As teens that were into football hooliganism, masturbation, and underage drinking, how did these combine into the idea to start a band with Clockwork Orange imagery and insanely well written songs?
MONKEY: The drinking was the main influence as it was 17p a pint then. I think it was 30p, to get into a game with my unemployment card, and masturbation was free but the material was not as good as now, page three has nothing on youjizz, so drunk wanker bootboys = silly/happy/fuck you songs.
PETE DEE: Everyone kid wanted to be in a band back then . For us we had a good combination footy sex drink drugs & a bit of Clocky. So, it's probably why we do it. I used to love the sound of the Fulwell end ( Sunderland ) it was like being in a band, Loud as fuck and all it needed was a Drum kit and a few Guitars. I think it was NME described the Adicts as a Terrace Rock Band. Probably the best thing I ever read. They actually got it right, all the above are what we're into, it was & still is a part of who and what we are.
With the seed planted in 1975, were you influenced by early glam acts such as Roxy Music, Bowie, and Ultravox?
PETE DEE: There were so many good influences in music. the Ziggy era was important. Slade T-Rex, Roxy, and also the Rock bands Like Doctors of Madness, Cockney Rebel, Sabbath & Deep Purple. But prior to that we had The Move, Kinks, and Free. I look back and I still hear great music. There aren't that many doing it these days or should I say turning my mind on with a good tune or great words. Ultravox were phenomenal when John Foxx was the singer. But when Midge Ure became the singer they became irrelevant & shite. We did however invent Ziggy's Bastard Son and it's a Monkey.
MONKEY: We were into all that, still are so it has always been a reference.
Do you consider the infamous live show the band has evolved over the years to be true to the theatrics of original glam?
MONKEY: Yes i think a lot of that was tongue in cheek, we don’t take ourselves too seriously either.
Pete Dee: Who knows.

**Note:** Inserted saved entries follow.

import { describe, expect, it } from "vitest";
import { countText, readingGrade } from "../../shared/reading-grade.ts";
import {
  buildBroadStreet,
  buildFront,
  buildLayout,
  buildShow,
  buildSong,
  colour,
  fadeTo,
  off,
  on,
  pulse,
} from "../../tests/factories/small-show.ts";
import type { Finding } from "../engine/model.ts";
import type { WrittenCue } from "../timeline/build.ts";
import { checkShow } from "./index.ts";
import { SEVERITIES } from "./severities.ts";

/** Shows that between them have every finding there is. */
const mixed = buildFront(
  "relay",
  { kind: "dimmer", watts: 1600 },
  { kind: "colour" },
  { kind: "dimmer", watts: 2500, circuit: "b" },
  "solid-state",
);
const sides = buildLayout([
  { side: "north", outlets: ["dimmer"] },
  { side: "south", outlets: ["dimmer"] },
]);
const windows = buildLayout(
  Array.from({ length: 8 }, () => ({
    side: "north" as const,
    outlets: [{ kind: "colour" as const, part: "windows" }],
  })),
);
const WINDOWS = [0, 1, 2, 3, 4, 5, 6, 7];
const turns = (step: number, action: (beat: number) => WrittenCue[]) =>
  Array.from({ length: Math.floor(32 / step) }, (_, turn) => action(turn * step)).flat();
const check = (layout: typeof mixed, cues: readonly WrittenCue[], overrides = {}, song = buildSong()) =>
  checkShow({ timeline: buildShow(layout, cues, overrides), layout, song });

const FINDINGS: readonly Finding[] = [
  ...check(
    mixed,
    turns(0.5, (beat) => [pulse(beat, [0, 1, 2, 3], 0.4)]),
  ),
  ...check(
    mixed,
    [
      on(0, 0, 40, 2),
      on(0.11, 1, 10, 3),
      off(0.11, 1, 4),
      pulse(1, 4, 0.005),
      fadeTo(2, 2, 90, 4, 5),
      off(3, 2, 6),
      colour(4, 2, 0xff),
      pulse(5, 2, 0),
    ],
    { isComplete: false },
    buildSong({}, { bars: 9, tempo: 60 }),
  ),
  ...check(mixed, []),
  ...check(
    sides,
    turns(1, (beat) => [pulse(beat, 0, 1), pulse(beat + 0.5, 1, 1)]),
  ),
  ...check(
    sides,
    turns(1, (beat) => [pulse(beat, [0, 1], 1)]),
    {},
    buildSong({}, { tempo: 179 }),
  ),
  ...check(
    windows,
    turns(0.5, (beat) => [colour(beat, WINDOWS, 0xff_00_00), on(beat, WINDOWS, 35), off(beat + 0.25, WINDOWS)]),
  ),
  ...check(
    buildBroadStreet(),
    turns(0.5, (beat) => [pulse(beat, 0, 0.5)]),
  ),
  ...check(sides, [on(0, 0), off(4, 0), on(28, 0), colour(2, 1, 0xff)], {}, buildSong({}, { tempo: 60 })),
  ...check(
    buildFront("relay", "dimmer"),
    Array.from({ length: 300 }, (_, beat) => pulse(beat, 0, 0.5)),
    { endTick: 400 * 960 },
    buildSong({}, { bars: 100 }),
  ),
];

describe("what the show check says", () => {
  it("is covered here, every rule of it", () => {
    expect([...new Set(FINDINGS.map(({ rule }) => rule))].sort()).toEqual(Object.keys(SEVERITIES).sort());
  });
  it("takes the severity of the table", () => {
    for (const { rule, severity } of FINDINGS)
      expect(severity).toBe(SEVERITIES[rule as keyof typeof SEVERITIES].severity);
  });
  it("has at most 20 words a sentence, of grade 6 at most and 4 on average", () => {
    const grades = FINDINGS.map(({ sentence }) => {
      expect(countText(sentence).words, sentence).toBeLessThanOrEqual(20);
      const grade = readingGrade(countText(sentence));
      expect(grade, sentence).toBeLessThanOrEqual(6);
      return grade;
    });
    expect(grades.reduce((sum, grade) => sum + grade, 0) / grades.length).toBeLessThanOrEqual(4);
  });
  it("says what to do in a hint that reads as easily, and what it leaves to others", () => {
    for (const { hint, rule } of FINDINGS)
      if (hint !== undefined) expect(readingGrade(countText(hint)), `${rule}: ${hint}`).toBeLessThanOrEqual(9);
    const safety = FINDINGS.filter(({ rule }) => rule.startsWith("street-flash") || rule.startsWith("circuit"));
    for (const { hint, rule } of safety)
      if (rule !== "street-flash-long-run") expect(hint).toMatch(/safety officer decides|electrician decide/);
  });
});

But we do make a mess.
“Songs of Praise” and “The Sound of Music” have the vibe of teen angst, violence, and worldly observations true to the real spirit of punk. Was the band angrier and more disillusioned in its younger days?
PETE DEE: I think the younger years we displayed our rage a little more. We come from the school of hard knocks. But Has anything really changed out there. No' I will always speak out against things that bother me. It's not normal to state an opinion these days, is it?
Because people are so easily offended. Like wanky hipsters, who think they know everything and pretend they care.
They are all wankers, sitting on the fence and demonstrate by yap yap yap. Then after it goes to shit, they will blame it on someone else. They can hide behind a computer screen or a cell phone and bounce around all day long in a rubber room. Political correctness is not my fave subject. Do I sound any angrier or just smarter these days.
I tell you this I wouldn't hesitate to tell anyone what I think. Naaa I'm not angry. Not disillusioned either. I live in a world that is run by Morons. That's all. So why not write about it.
With the release of “Fifth Overture” in the 80s, the band really showed its pop/rock sensibilities, what prompted the new direction or was it unintentional.
PETE DEE: Fifth Overture was my first full production of an Adicts album, we recorded it just outside Stuttgart, in Germany. It was different, all the songs we had, were the ones, which never made the previous albums because they were too slow or shit. We had been gigging so much we hadn't really written any new songs. So it was a tricky album. The tempo was pretty laid back. a mix of all sorts. It's a great album. I just wish I had a few more days to work on it.
The direction was more of a natural process. We have never stagnated musically, because we think out of the box. We have No rules when we write music.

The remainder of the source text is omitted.